EXERCISE ▸
Only lines with the string "allMatch" should be returned from the data below.

RECORD EXTRACTS ▸
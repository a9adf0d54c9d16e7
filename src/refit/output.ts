import { z } from 'zod';
import type { Comparison } from './compare.js';
import type { ExplainResult, ImpliedN } from './explain.js';
import type { AnovaTable, Coding, FittedModel } from './model.js';
import type { ReportedSet } from './reportedTable.js';

/**
 * The refit command's JSON output, defined with zod; schema/refit.schema.json
 * is generated from it (npm run schema:refit) and never edited by hand.
 * Non-finite numbers (an F with no residual variance) are written as null.
 */

const num = z.number().nullable();

export const anovaRowSchema = z.object({
  term: z.string().describe('Term as in the formula; interactions join variables with ":" in formula order'),
  ss: num,
  df: z.number(),
  ms: num,
  F: num,
  p: num,
  partialEtaSquared: num,
});

export const anovaTableSchema = z.object({
  n: z.number().int().describe('Rows analysed'),
  droppedRows: z.number().int().describe('Rows dropped for missing values'),
  type: z.union([z.literal(1), z.literal(2), z.literal(3)]),
  coding: z.enum(['sum', 'treatment']),
  terms: z.array(anovaRowSchema),
  residual: z.object({ ss: num, df: z.number(), ms: num }),
});

const quantitySchema = z.enum(['ss', 'df', 'ms', 'F', 'p', 'partialEtaSquared']);
const verdictSchema = z.enum(['matches', 'differs', 'not reported']);

export const comparisonSchema = z.object({
  reportedFile: z.string(),
  sources: z.array(z.string()).describe('Where the reported numbers were read: table file, manuscript table, manuscript text'),
  rows: z.array(
    z.object({
      term: z.string(),
      reportedLabel: z.string().nullable(),
      where: z.string().nullable(),
      numbers: z.array(
        z.object({
          quantity: quantitySchema,
          reported: z.string().nullable().describe('As printed, with its comparator'),
          reportedValue: num,
          recomputed: num,
          difference: num.describe('reported - recomputed'),
          verdict: verdictSchema,
        }),
      ),
    }),
  ),
  unmatched: z.array(z.object({ label: z.string(), where: z.string() })).describe('Reported rows that name no model term'),
  compared: z.number().int(),
  matches: z.number().int(),
  differs: z.number().int(),
  allMatch: z.boolean(),
});

export const explanationSchema = z.object({
  slip: z.enum(['type-1', 'type-1-order', 'type-2', 'type-3', 'type-3-other-coding', 'missing-codes-kept', 'covariate-omitted', 'interaction-omitted', 'interactions-omitted']),
  description: z.string(),
  model: z.string(),
  type: z.union([z.literal(1), z.literal(2), z.literal(3)]),
  coding: z.enum(['sum', 'treatment']),
  reproduces: z.enum(['all', 'most']),
  matches: z.number().int(),
  compared: z.number().int(),
  table: anovaTableSchema,
});

export const impliedNSchema = z.object({
  reportedErrorDf: z.number(),
  parameters: z.number().int(),
  parametersFrom: z.enum(['reported df', 'model']),
  impliedN: z.number(),
  analysedN: z.number().int(),
  rowsInFile: z.number().int(),
  note: z.string(),
});

export const refitOutputSchema = z.object({
  data: z.string().describe('The data file as given'),
  model: z.string(),
  outcome: z.string(),
  n: z.number().int().describe('Rows analysed (complete cases)'),
  rowsInFile: z.number().int(),
  droppedRows: z.number().int(),
  type: z.union([z.literal(1), z.literal(2), z.literal(3)]),
  coding: z.enum(['sum', 'treatment']),
  codingDescription: z.string(),
  missing: z.array(z.object({ column: z.string(), codes: z.string() })),
  factors: z.array(z.object({ name: z.string(), levels: z.array(z.string()) })),
  covariates: z.array(z.string()),
  terms: z.array(anovaRowSchema),
  residual: z.object({ ss: num, df: z.number(), ms: num }),
  verdict: z.enum(['matches', 'differs', 'nothing reported']),
  comparison: comparisonSchema.optional(),
  explanations: z.array(explanationSchema).optional(),
  impliedN: impliedNSchema.nullable().optional(),
  notFitted: z.array(z.object({ description: z.string(), reason: z.string() })).optional(),
});

export type RefitOutput = z.infer<typeof refitOutputSchema>;

/** The JSON Schema of the refit JSON output (generated from the zod model). */
export function refitJsonSchema(): Record<string, unknown> {
  return { ...z.toJSONSchema(refitOutputSchema, { target: 'draft-2020-12' }), title: 'plumbline refit output' };
}

export function codingDescription(coding: Coding): string {
  return coding === 'sum' ? 'sum-to-zero (deviation) coding' : 'treatment (dummy) coding, first level as reference';
}

const finite = (x: number): number | null => (Number.isFinite(x) ? x : null);

export function tableOutput(table: AnovaTable): z.infer<typeof anovaTableSchema> {
  return {
    n: table.n,
    droppedRows: table.droppedRows,
    type: table.type,
    coding: table.coding,
    terms: table.terms.map((t) => ({ term: t.term, ss: finite(t.ss), df: t.df, ms: finite(t.ms), F: finite(t.F), p: finite(t.p), partialEtaSquared: finite(t.partialEtaSquared) })),
    residual: { ss: finite(table.residual.ss), df: table.residual.df, ms: finite(table.residual.ms) },
  };
}

export function comparisonOutput(comparison: Comparison, reported: ReportedSet): z.infer<typeof comparisonSchema> {
  return {
    reportedFile: reported.file,
    sources: reported.sources,
    rows: comparison.rows.map((r) => ({
      ...r,
      numbers: r.numbers.map((n) => ({ ...n, reportedValue: n.reportedValue, recomputed: finite(n.recomputed), difference: n.difference === null ? null : finite(n.difference) })),
    })),
    unmatched: comparison.unmatched,
    compared: comparison.compared,
    matches: comparison.matches,
    differs: comparison.differs,
    allMatch: comparison.allMatch,
  };
}

export interface RefitResult {
  dataFile: string;
  model: FittedModel;
  table: AnovaTable;
  missing: Array<{ column: string; codes: string }>;
  reported?: ReportedSet;
  comparison?: Comparison;
  explained?: ExplainResult;
  impliedN?: ImpliedN | null;
}

/** Builds the JSON output object (validated against the schema). */
export function buildRefitOutput(result: RefitResult): RefitOutput {
  const { model, table } = result;
  const t = tableOutput(table);
  const out: RefitOutput = {
    data: result.dataFile,
    model: model.spec.model,
    outcome: model.spec.outcome,
    n: table.n,
    rowsInFile: table.n + table.droppedRows,
    droppedRows: table.droppedRows,
    type: table.type,
    coding: table.coding,
    codingDescription: codingDescription(table.coding),
    missing: result.missing,
    factors: model.factorVars.map((v) => ({ name: v.name, levels: v.levels })),
    covariates: model.numericVars.slice(0, -1).map((v) => v.name),
    terms: t.terms,
    residual: t.residual,
    verdict: result.comparison === undefined ? 'nothing reported' : result.comparison.allMatch ? 'matches' : 'differs',
  };
  if (result.comparison && result.reported) {
    out.comparison = comparisonOutput(result.comparison, result.reported);
    out.explanations = (result.explained?.explanations ?? []).map((e) => ({
      slip: e.slip,
      description: e.description,
      model: e.model,
      type: e.type,
      coding: e.coding,
      reproduces: e.reproduces,
      matches: e.matches,
      compared: e.compared,
      table: tableOutput(e.table),
    }));
    out.impliedN = result.impliedN ?? null;
    out.notFitted = result.explained?.notFitted ?? [];
  }
  return refitOutputSchema.parse(out);
}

ANSWER TO THE EXERCISE ▸
  allMatch: z.boolean(),
    allMatch: comparison.allMatch,
    verdict: result.comparison === undefined ? 'nothing reported' : result.comparison.allMatch ? 'matches' : 'differs',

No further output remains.